Some commenters have written in to tell us that we are – basically – manure spreaders here at TLCB. Which is true, although they do seem to only state this when we highlight Russia or America‘s shortcomings. We’re pretty sure the rest of the time we spout just as much crap too…

Anyhoo, this post is for them, being an actual manure spreader! It’s a Bunning Lowlander 105 Mk4 to be precise, as built (brilliantly) by Michal Skorupka (aka Eric Trax).

Impressive as the poo-thrower is though, we’re sure most of you are more interested in what’s pulling it, which is a fully remote controlled Case 1455 XL tractor complete with four Power Functions motors.

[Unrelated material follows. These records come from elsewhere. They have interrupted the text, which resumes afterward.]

Seeding follows k-means++ (Arthur and Vassilvitskii 2007), weighted by the model's own
divergence rather than a Euclidean one: each chosen seed s induces the word distribution
``0.5 * (its word frequencies) + 0.5 * background``, a document's gain under a seed is its
per-token log-likelihood ratio against the background, and the next seed is drawn with
probability proportional to the square of how much worse a document is explained by the
chosen seeds than by its own seed distribution. This spreads the seeds over the distinct
themes instead of starting several groups on one theme, the classic bad start of EM. Each
seeding is then run with deterministic annealing (Ueda and Nakano 1998) and without; the
objective trace starts once the temperature has reached 1 (mixture.restarts: why both, and
how starved groups are revived).
"""

from __future__ import annotations

from collections.abc import Callable, Sequence

import numpy as np
import scipy.sparse as sp

from mixture.config import MixtureConfig
from mixture.errors import ConfigError, InputError
from mixture.kernels import softmax_rows
from mixture.labelled import LabelledCounts, LabelledItem, add_items
from mixture.restarts import (
    ANNEALED,
    MATCHED_START,
    PLAIN,
    SEEDS_START,
    FitReport,
    FixedResponsibilities,
    RestartSummary,
    SweepFactory,
    fit_restarts,
    iteration_bound,
    restart_kinds,
)
from mixture.stats import MixtureState, Parameters, derive_parameters
from mixture.sweep import EMSweep

__all__ = ["FitReport", "RestartSummary"]

Progress = Callable[[int, int], None]


def validate_counts(counts: sp.spmatrix | np.ndarray) -> sp.csr_matrix:
    """Check a document-term count matrix and return it as CSR float64.

    A ``csr_matrix`` of float64 is returned itself (its duplicates summed in place); any
    other input as a new CSR matrix.

    Raises
    ------
    InputError
        For a matrix that is not 2-D, is empty, or holds negative or non-finite counts.
    """
    if type(counts) is sp.csr_matrix and counts.dtype == np.float64:
        # already CSR float64 (count_texts' output, the learning path): taken as it is, as
        # wrapping it again shared its arrays anyway and only cost a construction a unit
        matrix = counts
    elif sp.issparse(counts):
        matrix = sp.csr_matrix(counts, dtype=np.float64)
    else:
        array = np.asarray(counts, dtype=np.float64)
        if array.ndim != 2:
            raise InputError(f"counts must be a 2-D documents x words matrix; got {array.ndim}-D")
        matrix = sp.csr_matrix(array)
    if matrix.shape[0] == 0:
        raise InputError("empty corpus: no documents to fit")
    data = matrix.data
    if data.size and not np.all(np.isfinite(data)):
        raise InputError("counts contain non-finite values (nan or inf)")
    if data.size and data.min() < 0:
        raise InputError("counts contain negative values; word counts must be >= 0")
    matrix.sum_duplicates()
    return matrix


def _log_joint(counts: sp.csr_matrix, params: Parameters) -> np.ndarray:
    log_joint = counts @ params.log_word_prob
    log_joint += params.log_weights
    return np.asarray(log_joint)


def e_step(counts: sp.csr_matrix, params: Parameters) -> tuple[np.ndarray, float]:
    """Responsibilities and the log-likelihood (without multinomial coefficients).

    Returns
    -------
    resp : ndarray of shape (n_docs, K)
    log_likelihood : float
    """
    resp = _log_joint(counts, params)
    log_norm = softmax_rows(resp)
    return resp, float(log_norm.sum())


def m_step(
    counts: sp.csr_matrix, resp: np.ndarray, counts_t: sp.csr_matrix | None = None
) -> tuple[np.ndarray, np.ndarray]:
    """Expected counts from responsibilities.

    Returns
    -------
    word_counts : ndarray of shape (V, K)
    doc_counts : ndarray of shape (K,)
    """
    transposed = counts.T if counts_t is None else counts_t
    word_counts = np.asarray(transposed @ resp)
    return word_counts, resp.sum(axis=0)


def log_prior(params: Parameters, config: MixtureConfig) -> float:
    """Log Dirichlet prior density (up to a constant) that the pseudo-counts stand for."""
    total = 0.0
    a, beta = config.weight_pseudocount, config.word_pseudocount
    if a > 0:
        total += a * float(params.log_weights.sum())
    if beta > 0:
        rows = params.log_word_prob[params.active] if not params.active.all() else None
        total += beta * float((params.log_word_prob if rows is None else rows).sum())
    return total


def map_objective(
    counts: sp.spmatrix,
    word_counts: np.ndarray,
    doc_counts: np.ndarray,
    config: MixtureConfig,
    active: np.ndarray | None = None,
) -> float:
    """Log-likelihood plus log prior of the parameters derived from the given counts."""
    params = derive_parameters(
        word_counts, doc_counts, active, config.word_pseudocount, config.weight_pseudocount
    )
    _, log_lik = e_step(validate_counts(counts), params)
    return log_lik + log_prior(params, config)


# ---- seeding --------------------------------------------------------------------------------
def seed_assignment(counts: sp.csr_matrix, n_groups: int, rng: np.random.Generator) -> np.ndarray:
    """k-means++-style seeding with the model's divergence; returns a group per document."""
    return seed_assignment_with_labels(
        counts, n_groups, rng, np.zeros(0, dtype=np.int64), np.zeros(0, dtype=np.int64)
    )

Drive comes from an L Motor, a Servo controls the steering, and two further M Motors power both the rear PTO (that here is used to spin the Bunning Lowlander’s muck-spreading shafts and conveyor belt) and the tractor’s three-point hitch mechanism.

The model features beautiful attention to detail too, enhanced by superbly accurate custom decals, and there’s a whole lot more to see at Michal’s ‘CASE 1455 XL & Bunning Lowlander 105 Mk4 album‘ on Flickr, and at the Eurobricks discussion forum, both of which include links to a video showing the model in action and to building instructions, so you can spread some crap at home!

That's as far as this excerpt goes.